Figure 4Output of Antibody annotation module. (A) The number of annotated clones for each sample. The pink circle represents the total clone identified in each sample and the green one indicates the number of heavy chain with detailed annotation in RAPID. (B) The distribution of diseases which are enriched in samples.

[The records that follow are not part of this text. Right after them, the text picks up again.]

/**
 * Number parsing for data cells, and exact removal of a column's origin.
 *
 * ## Method
 * Each numeric column is stored as an origin (its first value) plus deltas.
 * When a value shares many leading digits with the origin (|v - o| below
 * 1e-6 |o|), the delta is computed exactly in decimal (BigInt mantissas
 * aligned to a common power of ten) and rounded once to a double; otherwise
 * the double difference is already accurate to a few units in the last place
 * of the delta. This keeps every digit of values such as 1000000000000.4,
 * whose double representation alone carries an error of about 6e-5, i.e.
 * 1e-3 of the spread of the data. Shifting the outcome or a covariate by a
 * constant leaves every sum of squares unchanged when the model has an
 * intercept (the shift lies in the intercept's span).
 *
 * ## References
 * - Chan, T. F., Golub, G. H. & LeVeque, R. J. (1983). Algorithms for
 *   computing the sample variance: analysis and recommendations. The
 *   American Statistician 37(3), 242-247 (shifting data before accumulating).
 * - Simon, S. D. & Lesage, J. P. (1989). Assessing the accuracy of ANOVA
 *   calculations in statistical software. Computational Statistics & Data
 *   Analysis 8, 325-332.
 */

/**
 * A number as a CSV user writes one: decimal digits with an optional sign,
 * decimal point and exponent ("1.5", "-2e3", ".5", "+4."). JavaScript's
 * Number() reads much more: hexadecimal, binary and octal ("0x1F", "0b101",
 * "0o17"), "Infinity", and "" or blanks as 0; a cell written that way is a
 * code or a typo, not a measurement, so it is text here.
 */
const DECIMAL_NUMBER = /^[-+]?(?:\d+(?:\.\d*)?|\.\d+)(?:[eE][-+]?\d+)?$/;

/**
 * Strict decimal parse (DECIMAL_NUMBER). Returns NaN for anything else:
 * other bases, "Infinity", "NaN", "1,5", blanks, surrounding white space,
 * and numbers too large for a double ("1e999"). With `decimalComma`, a
 * single comma is read as the decimal mark ("1,5").
 */
export function parseCellNumber(text: string, decimalComma = false): number {
  const s = decimalComma && text.includes(',') ? text.replace(',', '.') : text;
  if (!DECIMAL_NUMBER.test(s)) return NaN;
  const v = Number(s);
  return Number.isFinite(v) ? v : NaN;
}

interface Decimal {
  mantissa: bigint;
  exponent: number;
}

const DECIMAL_RE = /^([-+]?)(\d*)(?:\.(\d*))?(?:[eE]([-+]?\d+))?$/;

function parseDecimal(text: string): Decimal | undefined {
  const m = DECIMAL_RE.exec(text.replace(',', '.'));
  if (!m) return undefined;
  const intPart = m[2] ?? '';
  const frac = m[3] ?? '';
  if (intPart.length + frac.length === 0) return undefined;
  const mantissa = BigInt(`${m[1] === '-' ? '-' : ''}${intPart}${frac}` || '0');
  return { mantissa, exponent: Number(m[4] ?? 0) - frac.length };
}

function decimalDifference(a: Decimal, b: Decimal): number {
  const e = Math.min(a.exponent, b.exponent);
  const ma = a.mantissa * 10n ** BigInt(a.exponent - e);
  const mb = b.mantissa * 10n ** BigInt(b.exponent - e);
  return Number(`${(ma - mb).toString()}e${e}`);
}

/** Accumulates a numeric column as origin + delta (see the module comment). */
export class ShiftedColumn {
  /** The first value seen (as a double); deltas are relative to its decimal text. */
  origin = NaN;
  private originText = '';
  private originDecimal: Decimal | undefined;

  /** Delta of a value (already parsed as `value` from `text`) from the origin. */
  delta(text: string, value: number): number {
    if (Number.isNaN(this.origin)) {
      this.origin = value;
      this.originText = text;
      return 0;
    }
    const d = value - this.origin;
    if (Math.abs(d) >= 1e-6 * Math.abs(this.origin) || this.origin === 0) return d;
    if (text === this.originText) return 0;
    if (this.originDecimal === undefined) this.originDecimal = parseDecimal(this.originText);
    const dec = parseDecimal(text);
    if (dec === undefined || this.originDecimal === undefined) return d;
    return decimalDifference(dec, this.originDecimal);
  }
}
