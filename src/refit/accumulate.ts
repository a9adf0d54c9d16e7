import type { CompleteRowSink, VariableReader } from './data.js';
import { givensRowUpdate } from './leastSquares.js';

/**
 * Streaming sufficient statistics: one small triangular factor per design
 * cell (combination of factor levels).
 *
 * ## Method
 * Within a cell every factor-coded design column is constant, and every
 * column that involves covariates is a linear function of the cell's numeric
 * vector b = [1, covariate deltas, raw covariate products, outcome delta].
 * So the cell's block of the augmented design is B_g A_g for a fixed matrix
 * A_g, and its QR factor follows from the QR factor R_g of B_g alone. R_g is
 * updated row by row with Givens rotations (no sums of squares, no
 * cross-products are formed). Memory is O(cells x q^2), whatever the number
 * of rows; each row costs O(q^2) with q = 2 + number of numeric columns.
 *
 * ## References
 * - Golub, G. H. & Van Loan, C. F. (2013). Matrix Computations, 4th ed.,
 *   section 6.5.3 (adding a row to a QR factorization).
 * - Miller, A. J. (1992). Algorithm AS 274: Least squares routines to
 *   supplement those of Gentleman. Applied Statistics 41(2), 458-478.
 */

export interface Cell {
  /** Factor level indices in order of first appearance, one per factor. */
  levels: Int32Array;
  n: number;
  /** q x q upper-triangular factor of the cell's [1, numeric basis] rows. */
  r: Float64Array;
}

/** A product of two or more numeric predictors used by a term (raw values, not deltas). */
export interface NumericProduct {
  /** Numeric slots (indices into the numeric variables) multiplied together. */
  slots: number[];
}

export class CellAccumulator implements CompleteRowSink {
  readonly cells = new Map<number | string, Cell>();
  factorCount = 0;
  /** Numeric variables (outcome last). */
  numericCount = 0;
  products: NumericProduct[] = [];
  /** Basis length q = 1 + (numeric predictors) + products + 1 (outcome). */
  q = 0;
  outcomeMin = Infinity;
  outcomeMax = -Infinity;
  private origins = new Float64Array(0);
  private w = new Float64Array(0);
  private numericKey = true;

  constructor(private readonly productSets: (variables: readonly VariableReader[]) => NumericProduct[]) {}

  start(variables: readonly VariableReader[]): void {
    const factors = variables.filter((v) => v.kind === 'factor');
    const numerics = variables.filter((v) => v.kind === 'numeric');
    this.factorCount = factors.length;
    this.numericCount = numerics.length;
    this.origins = new Float64Array(numerics.length);
    for (const v of numerics) this.origins[v.slot] = v.shifted.origin;
    this.products = this.productSets(variables);
    this.q = 1 + (this.numericCount - 1) + this.products.length + 1;
    this.w = new Float64Array(this.q);
    this.numericKey = this.factorCount <= 4;
  }

  /** Basis position of a numeric predictor slot (the outcome is at q - 1). */
  basisOfNumeric(slot: number): number {
    return slot === this.numericCount - 1 ? this.q - 1 : 1 + slot;
  }

  basisOfProduct(index: number): number {
    return this.numericCount + index;
  }

  add(levelIndex: Int32Array, deltas: Float64Array): void {
    let key: number | string;
    if (this.numericKey) {
      key = 0;
      for (let i = 0; i < this.factorCount; i++) {
        const l = levelIndex[i]!;
        if (l >= 4096) {
          this.numericKey = false;
          this.rekey();
          return this.add(levelIndex, deltas);
        }
        key = key * 4096 + l;
      }
    } else {
      key = Array.prototype.join.call(levelIndex, ',');
    }
    let cell = this.cells.get(key);
    if (cell === undefined) {
      cell = { levels: Int32Array.from(levelIndex), n: 0, r: new Float64Array(this.q * this.q) };
      this.cells.set(key, cell);
    }
    cell.n++;
    const w = this.w;
    const k = this.numericCount;
    w[0] = 1;
    for (let i = 0; i < k - 1; i++) w[1 + i] = deltas[i]!;
    for (let p = 0; p < this.products.length; p++) {
      let prod = 1;
      for (const s of this.products[p]!.slots) prod *= this.origins[s]! + deltas[s]!;
      w[k + p] = prod;
    }
    const y = deltas[k - 1]!;
    w[this.q - 1] = y;
    if (y < this.outcomeMin) this.outcomeMin = y;
    if (y > this.outcomeMax) this.outcomeMax = y;
    givensRowUpdate(cell.r, w, this.q);
  }

  private rekey(): void {
    const old = [...this.cells.values()];
    this.cells.clear();
    for (const c of old) this.cells.set(Array.prototype.join.call(c.levels, ','), c);
  }

  /** Total number of rows accumulated. */
  get n(): number {
    let n = 0;
    for (const c of this.cells.values()) n += c.n;
    return n;
  }
}
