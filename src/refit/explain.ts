import { isDelimitedText, isXlsxBytes, streamRows, type DataSource, type InMemoryTable } from './data.js';
import { RefitError } from './errors.js';
import { parseFormula, type FormulaTerm } from './formula.js';
import { fitModel, type AnovaTable, type Coding, type FittedModel, type SsType } from './model.js';
import { compareTables, type Comparison } from './compare.js';
import type { ReportedSet } from './reportedTable.js';
import { orderTerms, type AnalysisSpecInput } from './spec.js';

/**
 * When the reported table does not match the recomputed one, refit the
 * usual analysis slips and keep those that reproduce the reported numbers:
 *
 * - type I (sequential) sums of squares in the formula's order, and in other
 *   orders of the terms (each interaction after the terms it contains);
 * - type II sums of squares;
 * - type III computed with treatment (dummy) coding instead of sum-to-zero
 *   coding (or the other way round when treatment coding was asked for);
 * - missing-value codes left in the data as numbers (all codes, and each
 *   column's codes alone);
 * - a covariate left out; an interaction left out (with the terms that
 *   contain it), and all interactions left out;
 * - values outside a declared range (usually undeclared missing-value codes)
 *   removed as missing.
 *
 * A slip reproduces the report when every reported number matches its table
 * ("all"), or at least three quarters of them and more than the model as
 * described does ("most"). Best first: the share of reported numbers
 * matched, then the simpler slip.
 */

export type SlipKind =
  | 'type-1'
  | 'type-1-order'
  | 'type-2'
  | 'type-3'
  | 'type-3-other-coding'
  | 'missing-codes-kept'
  | 'covariate-omitted'
  | 'interaction-omitted'
  | 'interactions-omitted'
  | 'out-of-range-missing';

const SLIP_RANK: Record<SlipKind, number> = {
  'type-3-other-coding': 0,
  'type-2': 1,
  'type-1': 2,
  'type-3': 3,
  'missing-codes-kept': 4,
  'covariate-omitted': 5,
  'interaction-omitted': 6,
  'interactions-omitted': 7,
  'type-1-order': 8,
  'out-of-range-missing': 9,
};

export interface Explanation {
  slip: SlipKind;
  /** Plain description of the slip. */
  description: string;
  /** The refit that reproduces the report. */
  model: string;
  type: SsType;
  coding: Coding;
  /** "all" reported numbers match, or "most" of them. */
  reproduces: 'all' | 'most';
  matches: number;
  compared: number;
  table: AnovaTable;
  comparison: Comparison;
}

export interface ImpliedN {
  /** The error df the manuscript reports (table or written F results). */
  reportedErrorDf: number;
  /** Parameters of the reported model: 1 + the reported effect df (or the model's, when some df are not reported). */
  parameters: number;
  parametersFrom: 'reported df' | 'model';
  impliedN: number;
  /** Rows analysed (complete cases) and rows in the file (analysed + dropped). */
  analysedN: number;
  rowsInFile: number;
  /** One sentence for the reader. */
  note: string;
}

export interface ExplainResult {
  explanations: Explanation[];
  /** Slips that could not be fitted on this data (e.g. a missing code becomes a factor level with an empty cell). */
  notFitted: Array<{ description: string; reason: string }>;
  /** How many slips were tried. */
  tried: number;
}

interface Variant {
  slip: SlipKind;
  description: string;
  spec: AnalysisSpecInput;
  type: SsType;
}

/** Reads a data source once into memory, so the slips can be refitted without reading the file again. */
export async function loadTable(source: DataSource): Promise<InMemoryTable> {
  if (typeof source !== 'string' && !isDelimitedText(source) && !isXlsxBytes(source)) return { name: source.name, header: source.header, rows: [...source.rows] };
  let header: string[] = [];
  let name = typeof source === 'string' ? source : source.name;
  let decimalComma = false;
  const rows: string[][] = [];
  await streamRows(source, {
    header(names, file, options) {
      header = names;
      name = file;
      decimalComma = options.decimalComma;
    },
    rows(batch) {
      for (const row of batch) {
        if (row.length === 0 || (row.length === 1 && row[0]!.trim() === '')) continue;
        rows.push(decimalComma ? row.map((c) => (/^\s*[-+]?\d*,\d+\s*$/.test(c) ? c.replace(',', '.') : c)) : row.slice());
      }
    },
    end() {},
  });
  return { name, header, rows };
}

const SIMPLE_NAME = /^[\p{L}_.][\p{L}\p{N}_.]*$/u;

function quote(name: string): string {
  return SIMPLE_NAME.test(name) ? name : `\`${name}\``;
}

/** A formula with the terms written out one by one, in the given order. */
export function formulaOf(outcome: string, terms: readonly FormulaTerm[]): string {
  return `${quote(outcome)} ~ ${terms.map((t) => t.variables.map(quote).join(':')).join(' + ')}`;
}

function contains(big: FormulaTerm, small: FormulaTerm): boolean {
  return big !== small && small.variables.every((v) => big.variables.includes(v));
}

/** Orders of the terms in which every term comes after the terms it contains (at most `limit`, the formula's own order excluded). */
export function hierarchicalOrders(terms: readonly FormulaTerm[], limit = 60): FormulaTerm[][] {
  const out: FormulaTerm[][] = [];
  const original = terms.map((t) => t.name).join('|');
  const walk = (prefix: FormulaTerm[], rest: FormulaTerm[]): void => {
    if (out.length >= limit) return;
    if (rest.length === 0) {
      if (prefix.map((t) => t.name).join('|') !== original) out.push(prefix);
      return;
    }
    for (const t of rest) {
      if (rest.some((u) => contains(t, u))) continue;
      walk([...prefix, t], rest.filter((u) => u !== t));
    }
  };
  walk([], terms.slice());
  return out;
}

function describeCodes(codes: unknown): string {
  return Array.isArray(codes) ? codes.join(',') : String(codes);
}

function variants(spec: AnalysisSpecInput, model: FittedModel): Variant[] {
  const written = parseFormula(spec.model);
  const outcome = written.outcome;
  const terms = orderTerms(written.terms, spec.termOrder ?? 'degree');
  const type = (spec.type ?? 3) as SsType;
  const coding: Coding = spec.coding ?? 'sum';
  const list: Variant[] = [];
  const termNames = (ts: readonly FormulaTerm[]) => ts.map((t) => t.name).join(', ');
  const add = (slip: SlipKind, description: string, changes: Partial<AnalysisSpecInput>, t: SsType = type) =>
    list.push({ slip, description, spec: { ...spec, ...changes, type: t }, type: t });

  if (type !== 1) add('type-1', `type I (sequential) sums of squares with the terms in the order ${termNames(terms)}`, {}, 1);
  // Other orders, the written one among them when it differs (software that keeps the written order).
  for (const order of hierarchicalOrders(terms)) {
    add('type-1-order', `type I (sequential) sums of squares with the terms in the order ${termNames(order)}`, { model: formulaOf(outcome, order), termOrder: 'written' }, 1);
  }
  if (type !== 2) add('type-2', 'type II sums of squares', {}, 2);
  if (type !== 3) add('type-3', 'type III sums of squares (sum-to-zero coding)', { coding: 'sum' }, 3);
  if (type === 3 && model.factorVars.length > 0) {
    add(
      'type-3-other-coding',
      coding === 'sum'
        ? 'type III sums of squares computed with treatment (dummy) coding instead of sum-to-zero coding'
        : 'type III sums of squares computed with sum-to-zero coding instead of treatment (dummy) coding',
      { coding: coding === 'sum' ? 'treatment' : 'sum' },
      3,
    );
  }

  const missing = spec.missing ?? {};
  const columns = Object.keys(missing);
  if (columns.length > 0) {
    const all = columns.map((c) => `${c}=${describeCodes(missing[c])}`).join('; ');
    add('missing-codes-kept', `missing-value codes left in the data as numbers (${all} not removed)`, { missing: {} });
    if (columns.length > 1) {
      for (const c of columns) {
        const rest = Object.fromEntries(Object.entries(missing).filter(([k]) => k !== c));
        add('missing-codes-kept', `missing-value codes of ${c} left in the data as numbers (${c}=${describeCodes(missing[c])} not removed)`, { missing: rest });
      }
    }
  }

  // Cells outside the declared ranges are kept in the refit; the report may come from data without them.
  if (model.outOfRange.length > 0) {
    const withRanges: Record<string, unknown> = Object.assign(Object.create(null) as Record<string, unknown>, missing);
    for (const r of model.outOfRange) {
      const before = withRanges[r.column];
      const codes: Array<string | number> = before === undefined ? [] : Array.isArray(before) ? [...(before as Array<string | number>)] : typeof before === 'number' ? [before] : String(before).split(',');
      withRanges[r.column] = [...codes, `<${r.low}`, `>${r.high}`];
    }
    const what = model.outOfRange.map((r) => `${r.column} outside ${r.low}..${r.high}: ${r.count} value${r.count === 1 ? '' : 's'}`).join('; ');
    add('out-of-range-missing', `values outside the declared ranges removed as missing (${what}), as undeclared missing-value codes would be`, { missing: withRanges as AnalysisSpecInput['missing'] });
  }

  const numeric = new Set(model.numericVars.map((v) => v.name));
  for (const t of terms) {
    if (t.variables.length !== 1 || !numeric.has(t.variables[0]!)) continue;
    const kept = terms.filter((u) => !u.variables.includes(t.variables[0]!));
    if (kept.length === 0) continue;
    add('covariate-omitted', `covariate ${t.name} left out of the model`, { model: formulaOf(outcome, kept), covariates: (spec.covariates ?? []).filter((c) => c !== t.name) });
  }
  const interactions = terms.filter((t) => t.variables.length > 1);
  for (const t of interactions) {
    const kept = terms.filter((u) => u !== t && !contains(u, t));
    add('interaction-omitted', `interaction ${t.name} left out of the model`, { model: formulaOf(outcome, kept) });
  }
  if (interactions.length > 1) {
    add('interactions-omitted', 'all interactions left out (main effects only)', { model: formulaOf(outcome, terms.filter((t) => t.variables.length === 1)) });
  }
  return list;
}

/** Numbers in reported rows that no term of the table takes (they count as not reproduced). */
function unmatchedNumbers(comparison: Comparison, reported: ReportedSet): number {
  let count = 0;
  for (const u of [...comparison.unmatched, ...comparison.ambiguous]) {
    const row = reported.rows.find((r) => r.label === u.label && r.where === u.where);
    if (row) count += Object.keys(row.values).length;
  }
  return count;
}

/** Refits the usual slips on the data and returns those that reproduce the reported numbers, best first. */
export async function explainMismatch(
  data: InMemoryTable,
  spec: AnalysisSpecInput,
  model: FittedModel,
  baseline: Comparison,
  reported: ReportedSet,
  map: ReadonlyMap<string, string> = new Map(),
): Promise<ExplainResult> {
  const baselineShare = baseline.compared === 0 ? 0 : baseline.matches / (baseline.compared + unmatchedNumbers(baseline, reported));
  const explanations: Explanation[] = [];
  const notFitted: Array<{ description: string; reason: string }> = [];
  // The slips change the ANOVA table only: what is reported beside it (means, contrasts, Levene) is left out of their refits.
  const { means: _means, pairwise: _pairwise, adjust: _adjust, contrasts: _contrasts, levene: _levene, at: _at, within: _within, coefficients: _coefficients, weights: _weights, ...tableSpec } = spec;
  const list = variants(tableSpec, model);
  for (const variant of list) {
    let table: AnovaTable;
    try {
      table = (await fitModel(data, variant.spec)).anova(variant.type);
    } catch (error) {
      if (error instanceof RefitError) {
        notFitted.push({ description: variant.description, reason: error.message });
        continue;
      }
      throw error;
    }
    const comparison = compareTables(table, reported, map);
    const total = comparison.compared + unmatchedNumbers(comparison, reported);
    if (total === 0) continue;
    const share = comparison.matches / total;
    const all = comparison.matches === total;
    if (!all && !(share >= 0.75 && share > baselineShare)) continue;
    explanations.push({
      slip: variant.slip,
      description: variant.description,
      model: variant.spec.model,
      type: variant.type,
      coding: table.coding,
      reproduces: all ? 'all' : 'most',
      matches: comparison.matches,
      compared: total,
      table,
      comparison,
    });
  }
  explanations.sort((a, b) => b.matches / b.compared - a.matches / a.compared || SLIP_RANK[a.slip] - SLIP_RANK[b.slip]);
  return { explanations, notFitted, tried: list.length };
}

/** The N the reported error df implies (error df + parameters), against the N in the data. */
export function impliedSampleSize(table: AnovaTable, reported: ReportedSet): ImpliedN | null {
  const errorDf = reported.residual?.values.df;
  if (errorDf === undefined || errorDf.comparator !== '=' || !Number.isInteger(errorDf.value)) return null;
  const dfs = reported.rows.map((r) => r.values.df);
  const fromReported = reported.rows.length > 0 && dfs.every((d) => d !== undefined && Number.isInteger(d.value));
  const parameters = fromReported ? 1 + dfs.reduce((s, d) => s + d!.value, 0) : 1 + table.terms.reduce((s, t) => s + t.df, 0);
  const impliedN = errorDf.value + parameters;
  const analysedN = table.n;
  const rowsInFile = table.n + table.droppedRows;
  const base = `The reported error df ${errorDf.text} implies N = ${impliedN} (${errorDf.text} + ${parameters} parameters${fromReported ? ', counted from the reported df' : ''})`;
  let note: string;
  if (impliedN === analysedN) note = `${base}, the N analysed here.`;
  else if (impliedN === rowsInFile && table.droppedRows > 0) {
    note = `${base}: every row of the file, including the ${table.droppedRows} dropped here for missing values (were the missing-value codes analysed as numbers?).`;
  } else {
    note = `${base}, but ${analysedN} rows are analysed here (${rowsInFile} in the file, ${table.droppedRows} dropped for missing values).`;
  }
  return { reportedErrorDf: errorDf.value, parameters, parametersFrom: fromReported ? 'reported df' : 'model', impliedN, analysedN, rowsInFile, note };
}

Figure 5“Sequence Query” schematic. (A) Input options for “Sequence Query”. Selected options are marked with blue dots. (B) Sequence query result. The subject ID filled in blue is a hyperlink and can be clicked to see details. Hit sequences can be sorted according to any column by clicking the marker at the end of each column. (C) Details for subject CDR3_0010989842. (D) Metadata of dataset with such a subject. The accession number of SRA, BioProject, and pubmed id can be clicked to visit their original websites.